Let the hand-wringing and teeth-gnashing begin: Word is out that preK students are getting themselves into serious trouble—at three times the rate of their K-12 counterparts. At least that’s the conclusion Yale researchers, surveying 3,898 schools in 40 states, have drawn. It appears that the expulsion rate is seven for every 1,000 preK students, although it varies from state to state. Kentucky, for example, reported zero expulsions, whereas New Mexico reported 21 per 1,000. While the study doesn’t go into detail about why kids are expelled, it hints that well-resourced preK programs are less likely to have problems. A Kentucky spokeswoman says her state has set up five regional preK training centers and has high schoolers help toddlers with behavior issues. “Expulsion is not an option,” she adds, “so we make sure we have professional development for teachers.”
It’s unfortunate that the same week the Yale study was released, one 5-year-old arrived at school carrying a handgun. Just outside the cafeteria at Blanton Elementary in Austin, Texas, the preK student showed some of his classmates the loaded weapon. Luckily, a conscientious 5th grader, knowing the gun was real, turned it over to the principal. Police and school officials concluded that the 5-year-old meant no harm and “was not really aware how serious his actions were,” says a district spokeswoman. The gun’s owner, however, could be in trouble: Allowing a minor access to a firearm is a misdemeanor punishable by a fine of up to $500.
Some 6th graders in Maple Grove, Minnesota, are hoping they can help fellow classmates avoid punishment altogether by alerting them to the negative influence of television. As part of a project called “1st Piece of the Peace Puzzle” in teacher Doug Greener’s class, they’ve tallied the number of verbal, physical, and sexual violence incidents in their favorite programs. The results: 68 per episode on The Powerpuff Girls, 62 on Fear Factor, and 85 on Power Rangers. This was a surprise to many of Greener’s students, who concluded that, thanks to television, they’ve become “desensitized” to violence. Results of their study are available in a booklet that’s meant to be kept near every TV set. And the booklet itself, through sponsor donations, has raised roughly $3,500 for a local shelter for battered women and children. It has also encouraged some of the Rush Creek Elementary students to keep going: This summer, they plan to put together a second booklet that includes reviews of video games.

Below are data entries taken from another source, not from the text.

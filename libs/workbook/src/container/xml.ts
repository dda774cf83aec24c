import { TextDecoder } from 'node:util';
import { SaxesParser } from 'saxes';
import { WorkbookRefusedError } from '../refused';
import { corrupt } from './archive';

export type Attributes = Record<string, string>;

export interface XmlHandlers {
  /** Local name, without the namespace's prefix. */
  open?: (name: string, attributes: Attributes) => void;
  close?: (name: string) => void;
  text?: (text: string) => void;
}

/** The deepest part of a workbook that is read (a rich text in a sheet) is 7 deep. */
const MAX_DEPTH = 64;
/**
 * Characters without a tag. Excel's longest text, every character written as a long entity, is 0.3 million; above the
 * size from which the compression ratio counts, so that a bomb is called one.
 */
const MAX_QUIET = 10 * 1024 * 1024;

const localName = (name: string): string => {
  const colon = name.indexOf(':');
  return colon < 0 ? name : name.slice(colon + 1);
};

/** UTF-8, or UTF-16 by its mark or by the `<` without one (XML 1.0, appendix F). */
function encodingOf([first, second]: Buffer): string {
  if ((first === 0xff && second === 0xfe) || (first === 0x3c && second === 0)) return 'utf-16le';
  return (first === 0xfe && second === 0xff) || (first === 0 && second === 0x3c) ? 'utf-16be' : 'utf-8';
}

/**
 * Parses XML piece by piece; after each piece the generator stops, so that the caller may take what has come.
 * Entities other than XML's own five are errors, nesting and the length of one text are bounded.
 *
 * @throws WorkbookRefusedError corrupt, or whatever the pieces or handlers throw of that class
 */
export async function* parseXml(pieces: AsyncIterable<Buffer>, handlers: XmlHandlers): AsyncGenerator<void> {
  const parser = new SaxesParser<{ xmlns: false; position: false }>({ xmlns: false, position: false });
  let depth = 0;
  let quiet = 0;
  parser.on('opentag', (tag) => {
    quiet = 0;
    depth += 1;
    if (depth > MAX_DEPTH) throw corrupt(new Error('nested too deep'));
    handlers.open?.(localName(tag.name), tag.attributes);
  });
  parser.on('closetag', (tag) => {
    depth -= 1;
    handlers.close?.(localName(tag.name));
  });
  if (handlers.text) parser.on('text', handlers.text);
  if (handlers.text) parser.on('cdata', handlers.text);
  let decoder: TextDecoder | undefined;
  try {
    for await (const piece of pieces) {
      decoder ??= new TextDecoder(encodingOf(piece), { fatal: true });
      const text = decoder.decode(piece, { stream: true });
      quiet += text.length;
      if (quiet > MAX_QUIET + piece.length) throw corrupt(new Error('text without end'));
      parser.write(text);
      yield;
    }
    if (decoder) parser.write(decoder.decode());
    parser.close();
  } catch (error) {
    throw error instanceof WorkbookRefusedError ? error : corrupt(error);
  }
  yield;
}

/** Parses a small part to its end. */
export async function parseWholeXml(pieces: AsyncIterable<Buffer>, handlers: XmlHandlers): Promise<void> {
  for await (const _ of parseXml(pieces, handlers));
}

/** XML's two ways to write a true flag. */
export const isTrue = (attribute: string | undefined): boolean => attribute === '1' || attribute === 'true';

Another peacekeeping effort is under way at Garfield High School in Seattle. The school’s parent-teacher-student association recently voted 25 to 5 in favor of a resolution stating that “public schools are not a place for military recruiters.” NCLB demands that schools receiving federal funds release student names to recruiters—unless parents specifically request otherwise. So even though the resolution doesn’t have much teeth (and also raises the question of whether keeping recruiters away from schools is an infringement of free speech), the PTSA sees it as something of a health issue. The organization’s mission, says Amy Hagopian, mother of a Garfield senior, “is to protect and defend kids.” And maybe the school’s budget, too: The feds, she adds, are “spending $4 billion a month in Iraq, but we have to cut our race relations class, which costs $12,500. That’s an important class for our kids.”
Money-minded citizens in the suburbs of New York City are singing a different tune. Because it’s budget-voting time, some taxpayers are complaining about the thousands of public school teachers—one in 12 across five counties—making more than $100,000 per year. Throw in increases in medical costs and pensions based on those salaries, and you get a comment like this from Richard Graham, member of a group campaigning against a proposed 8.8 percent tax increase in East Islip, on Long Island: “The people who couldn’t do engineering, and anything else that required some brain power, became teachers, and they now have $100,000 salaries.” But educators in the region, where the cost of living is often extremely high, argue otherwise. Patricia Daniello, who has 30 years’ experience as well as a master’s degree and 90 hours of additional credit, says, “Do I think my [$116,772] salary is high based on what I do for children and the amount of education I have in my background? No, I do not.”
Considering the worries about the behavior of future K-12 students and the money the feds are willing to spend on non-education-related items, perhaps Daniello has a point.